# Jamona



## Manuel G. Rey

Hace unos días se abrió un hilo, muy participado, sobre las mujeres otoñales, que me ha recordado una palabra, que creo está en desuso, para las mujeres otoñales o al menos algunas de ellas. Se trata de 'jamona', que el DRAE define, en uso coloquial, como "Dicho de una mujer: Que ha pasado de la juventud, especialmente cuando es gruesa".
Como digo, creo que está en desuso y no tengo intención de revivirla, pues percibo que no es un término muy halagador. Mis preguntas son: ¿Efectivamente está en desuso? ¿Se utiliza o ha utilizado en algún otro país hispano parlante, además de Puerto Rico, que menciona el DRAE?.


----------



## mirx

Manuel G. Rey said:


> Hace unos días se abrió un hilo, muy participado, sobre las mujeres otoñales, que me ha recordado una palabra, que creo está en desuso, para las mujeres otoñales o al menos algunas de ellas. Se trata de 'jamona', que el DRAE define, en uso coloquial, como "Dicho de una mujer: Que ha pasado de la juventud, especialmente cuando es gruesa".
> Como digo, creo que está en desuso y no tengo intención de revivirla, pues percibo que no es un término muy halagador. Mis preguntas son: ¿Efectivamente está en desuso? ¿Se utiliza o ha utilizado en algún otro país hispano parlante, además de Puerto Rico, que menciona el DRAE?.

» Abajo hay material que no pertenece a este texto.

import { beforeAll, describe, expect, it } from "vitest";
import { and, eq } from "drizzle-orm";
import { GET as acksRoute } from "@/app/api/clubs/[club]/safety/bulletins/[bulletinId]/acknowledgements/route";
import { GET as exportRoute } from "@/app/api/clubs/[club]/safety/bulletins/[bulletinId]/acknowledgements/export/route";
import { bulletinAcknowledgements, bulletins, emailOutbox, memberships, uploads, users } from "@/db/schema";
import { recordCheckout } from "@/lib/actions/checkouts/record-checkout";
import { acknowledgeBulletin } from "@/lib/actions/safety/acknowledge-bulletin";
import { createBulletin } from "@/lib/actions/safety/create-bulletin";
import { remindBulletin } from "@/lib/actions/safety/remind-bulletin";
import { updateDraft } from "@/lib/actions/safety/update-draft";
import { EMPTY, clubBySlug, db, expectRedirect, form, seedOnce, signInAs } from "./helpers";
import { callRoute, fakePngFile, seedFleetOnce } from "./fleet-helpers";

const CLUB = "reedwater";
const body = "Before taxi, press each brake pedal and hold it for five seconds.";

function bulletinForm(extra: Record<string, string | Blob> = {}) {
  return form({ club: CLUB, title: "Brake check", bodyMarkdown: body, urgency: "priority", audience: "everyone", intent: "publish", ...extra });
}

/** Publishes through the action (which redirects to the new bulletin) and returns its id. */
async function publish(extra: Record<string, string | Blob> = {}): Promise<string> {
  const to = await expectRedirect(() => createBulletin(EMPTY, bulletinForm(extra)));
  const id = /\/safety\/bulletins\/([^?]+)/.exec(to)?.[1];
  if (!id) throw new Error(`No bulletin id in ${to}`);
  return id;
}

function bulletinMail(bulletinId: string) {
  return db().select().from(emailOutbox).where(eq(emailOutbox.template, "bulletin")).all().filter((m) => String((m.payload as { url: string }).url).endsWith(`/bulletins/${bulletinId}`));
}

function activeReedwaterMemberEmails(): string[] {
  const club = clubBySlug(CLUB);
  return db()
    .select({ email: users.email, roles: memberships.roles })
    .from(memberships)
    .innerJoin(users, eq(users.id, memberships.userId))
    .where(and(eq(memberships.clubId, club.id), eq(memberships.status, "active")))
    .all()
    .filter((m) => m.roles.some((r) => r !== "mechanic"))
    .map((m) => m.email)
    .sort();
}

describe("safety bulletins", () => {
  beforeAll(async () => {
    await seedOnce();
    await seedFleetOnce();
    signInAs("instructor@hangarline.test");
    for (const email of ["member@hangarline.test", "pilot2@hangarline.test"]) {
      const userId = db().select().from(users).where(eq(users.email, email)).get()!.id;
      const state = await recordCheckout(EMPTY, form({ club: CLUB, userId, typeGroup: "Fernwhistle F160", checkedOutOn: "2026-01-05", instructorCertificateNumber: "CFI 0007719" }));
      expect(state.ok).toBe(true);
    }
  });

  it("publishing to everyone queues one outbox row per member of the club and none for anyone else", async () => {
    signInAs("safety@hangarline.test");
    const id = await publish();
    const mail = bulletinMail(id);
    const expected = activeReedwaterMemberEmails();
    expect(mail.map((m) => m.toAddress).sort()).toEqual(expected);
    expect(new Set(mail.map((m) => m.toAddress)).size).toBe(mail.length); // one each
    expect(mail.map((m) => m.toAddress)).not.toContain("mechanic@hangarline.test");
    expect(mail.map((m) => m.toAddress)).not.toContain("cottonwood.pilot@hangarline.test");
    expect(mail.every((m) => m.clubId === clubBySlug(CLUB).id && m.status === "pending")).toBe(true);
  });

  it("publishing to a type group reaches exactly the members checked out in it", async () => {
    signInAs("safety@hangarline.test");
    const id = await publish({ audience: "type_group", audienceTypeGroup: "fernwhistle f160", acknowledgeBy: "2099-01-31" });
    expect(bulletinMail(id).map((m) => m.toAddress).sort()).toEqual(["member@hangarline.test", "pilot2@hangarline.test"]);
    const row = db().select().from(bulletins).where(eq(bulletins.id, id)).get()!;
    expect(row).toMatchObject({ audienceTypeGroup: "Fernwhistle F160", acknowledgeBy: "2099-01-31", status: "published" }); // spelled as the fleet spells it
  });

  it("publishing to instructors reaches only instructors", async () => {
    signInAs("safety@hangarline.test");
    const id = await publish({ audience: "instructors" });
    expect(bulletinMail(id).map((m) => m.toAddress)).toEqual(["instructor@hangarline.test"]);
  });

  it("an acknowledgement is recorded once, however often it is sent", async () => {
    signInAs("safety@hangarline.test");
    const id = await publish({ audience: "type_group", audienceTypeGroup: "Fernwhistle F160" });
    signInAs("member@hangarline.test");
    const first = await acknowledgeBulletin(EMPTY, form({ club: CLUB, bulletinId: id }));
    const second = await acknowledgeBulletin(EMPTY, form({ club: CLUB, bulletinId: id }));
    expect(first).toMatchObject({ ok: true, message: "Acknowledged. Thank you." });
    expect(second.ok).toBe(true);
    expect(second.message).toMatch(/already acknowledged/);
    expect(db().select().from(bulletinAcknowledgements).where(eq(bulletinAcknowledgements.bulletinId, id)).all()).toHaveLength(1);

    signInAs("student@hangarline.test"); // not checked out in the group
    const outsider = await acknowledgeBulletin(EMPTY, form({ club: CLUB, bulletinId: id }));
    expect(outsider.ok).toBe(false);
    expect(outsider.message).toMatch(/addressed to others/);

    signInAs("safety@hangarline.test");
    const acks = await callRoute(acksRoute, `/api/clubs/${CLUB}/safety/bulletins/${id}/acknowledgements`, { club: CLUB, bulletinId: id });
    expect(acks.status).toBe(200);
    expect(acks.body).toMatchObject({ audience: 2, acknowledged: 1, outstanding: 1, percent: 50 });
  });

  it("the officer exports the list as CSV; admins read counts but cannot export; members neither", async () => {
    signInAs("safety@hangarline.test");
    const id = await publish({ audience: "type_group", audienceTypeGroup: "Fernwhistle F160", title: "Fuel, caps, \"seals\"" });
    const res = await exportRoute(new Request(`http://app.test/api/clubs/${CLUB}/safety/bulletins/${id}/acknowledgements/export`), { params: Promise.resolve({ club: CLUB, bulletinId: id }) });
    expect(res.status).toBe(200);
    expect(res.headers.get("content-type")).toMatch(/text\/csv/);
    const lines = (await res.text()).split("\r\n");
    expect(lines[0]).toBe("Bulletin,Version,Member,E-mail,Acknowledged,Acknowledged at (UTC),Deadline");
    expect(lines.filter((l) => l.includes("@hangarline.test"))).toHaveLength(2);
    expect(lines[1]).toMatch(/^"Fuel, caps, ""seals""",1,/);

    signInAs("admin@hangarline.test");
    expect((await callRoute(acksRoute, "/x", { club: CLUB, bulletinId: id })).status).toBe(200);
    expect((await callRoute(exportRoute, "/x", { club: CLUB, bulletinId: id })).status).toBe(403);
    signInAs("member@hangarline.test");
    expect((await callRoute(acksRoute, "/x", { club: CLUB, bulletinId: id })).status).toBe(403);
    signInAs("cottonwood.admin@hangarline.test"); // another club: the bulletin does not exist there
    expect((await callRoute(acksRoute, "/x", { club: "cottonwood-flyers", bulletinId: id })).status).toBe(404);
  });

  it("reminds only those who have not acknowledged, and not twice within the hour", async () => {
    signInAs("safety@hangarline.test");
    const id = await publish({ audience: "type_group", audienceTypeGroup: "Fernwhistle F160" });
    signInAs("pilot2@hangarline.test");
    await acknowledgeBulletin(EMPTY, form({ club: CLUB, bulletinId: id }));
    signInAs("safety@hangarline.test");
    const state = await remindBulletin(EMPTY, form({ club: CLUB, bulletinId: id }));
    expect(state).toMatchObject({ ok: true, message: "Reminder queued for 1 member." });
    const reminders = db().select().from(emailOutbox).where(eq(emailOutbox.template, "bulletin-reminder")).all().filter((m) => String((m.payload as { url: string }).url).endsWith(id));
    expect(reminders.map((m) => m.toAddress)).toEqual(["member@hangarline.test"]);
    expect((await remindBulletin(EMPTY, form({ club: CLUB, bulletinId: id }))).message).toMatch(/wait an hour/);
  });

  it("a revision is a new version; the published one is kept untouched and never edited", async () => {
    signInAs("safety@hangarline.test");
    const v1 = await publish({ title: "Oil caps", audience: "instructors" });
    const edit = await updateDraft(EMPTY, form({ club: CLUB, bulletinId: v1, title: "Changed", bodyMarkdown: body, urgency: "routine", audience: "everyone", intent: "draft" }));
    expect(edit.ok).toBe(false);
    expect(edit.message).toMatch(/cannot be edited; issue a revision/);
    const v2 = await publish({ title: "Oil caps (revised)", audience: "instructors", supersedesId: v1 });
    const [old, neu] = [v1, v2].map((id) => db().select().from(bulletins).where(eq(bulletins.id, id)).get()!);
    expect(old).toMatchObject({ title: "Oil caps", version: 1, supersededById: v2 });
    expect(old!.supersededAt).toBeInstanceOf(Date);
    expect(neu).toMatchObject({ title: "Oil caps (revised)", version: 2, seriesId: v1, supersedesId: v1 });
    expect(bulletinMail(v2)[0]!.payload).toMatchObject({ version: 2, supersedesVersion: 1 });
    signInAs("instructor@hangarline.test");
    expect((await acknowledgeBulletin(EMPTY, form({ club: CLUB, bulletinId: v1 }))).message).toMatch(/replaced/);
    signInAs("safety@hangarline.test");
    const third = await createBulletin(EMPTY, bulletinForm({ audience: "instructors", supersedesId: v1 }));
    expect(third.message).toMatch(/already been replaced/);
    // The database refuses it too, whatever code would try.
    expect(() => db().$client.prepare("update bulletins set body_markdown = 'changed' where id = ?").run(v1)).toThrow(/never edited/);
    expect(() => db().$client.prepare("delete from bulletins where id = ?").run(v2)).toThrow(/never deleted/);
    expect(db().select().from(bulletins).where(eq(bulletins.id, v1)).get()!.bodyMarkdown).toBe(body);
  });

  it("refuses bad input, a past deadline, a plain member and a fake attachment, writing nothing", async () => {
    const count = () => db().select().from(bulletins).all().length;
    const mail = () => db().select().from(emailOutbox).all().length;
    const files = () => db().select().from(uploads).all().length;
    const before = [count(), mail(), files()];
    signInAs("safety@hangarline.test");
    const bad = await createBulletin(EMPTY, form({ club: CLUB, title: "", bodyMarkdown: "", urgency: "loud", audience: "type_group", intent: "publish" }));
    expect(Object.keys(bad.fieldErrors).sort()).toEqual(["audienceTypeGroup", "bodyMarkdown", "title", "urgency"]);
    const past = await createBulletin(EMPTY, bulletinForm({ acknowledgeBy: "2001-01-01" }));
    expect(past.fieldErrors.acknowledgeBy).toEqual(["Choose today or a later date."]);
    const unknownGroup = await createBulletin(EMPTY, bulletinForm({ audience: "type_group", audienceTypeGroup: "Zeppelin" }));
    expect(unknownGroup.fieldErrors.audienceTypeGroup?.[0]).toMatch(/Choose one of: Brightwing BW-4, Fernwhistle F160, Larkspur L-2/);
    const fake = await createBulletin(EMPTY, bulletinForm({ attachment: fakePngFile() }));
    expect(fake.fieldErrors.attachment?.[0]).toMatch(/checked by its content/);
    signInAs("member@hangarline.test");
    const member = await createBulletin(EMPTY, bulletinForm());
    expect(member.ok).toBe(false);
    expect(member.message).toMatch(/permission/);
    expect([count(), mail(), files()]).toEqual(before);
  });
});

Se oye de cuando en vez en México aplicado a las gordas.


----------



## Manuel G. Rey

mirx said:


> Se oye de cuando en vez en México aplicado a las gordas.


¿También a las jóvenes? Aquí implica, o implicaba, generalmente que ya se había pasado la primavera e incluso parte del verano.


----------



## Ishould haveknown

Yo lo he oído siempre refiriéndose a mujeres que no siendo delgadas están de lo más apetecible. Por ejemplo, Beyoncé.


----------



## ErOtto

Manuel G. Rey said:


> ¿También a las jóvenes? Aquí implica, o implicaba, generalmente que ya se había pasado la primavera e incluso parte del verano.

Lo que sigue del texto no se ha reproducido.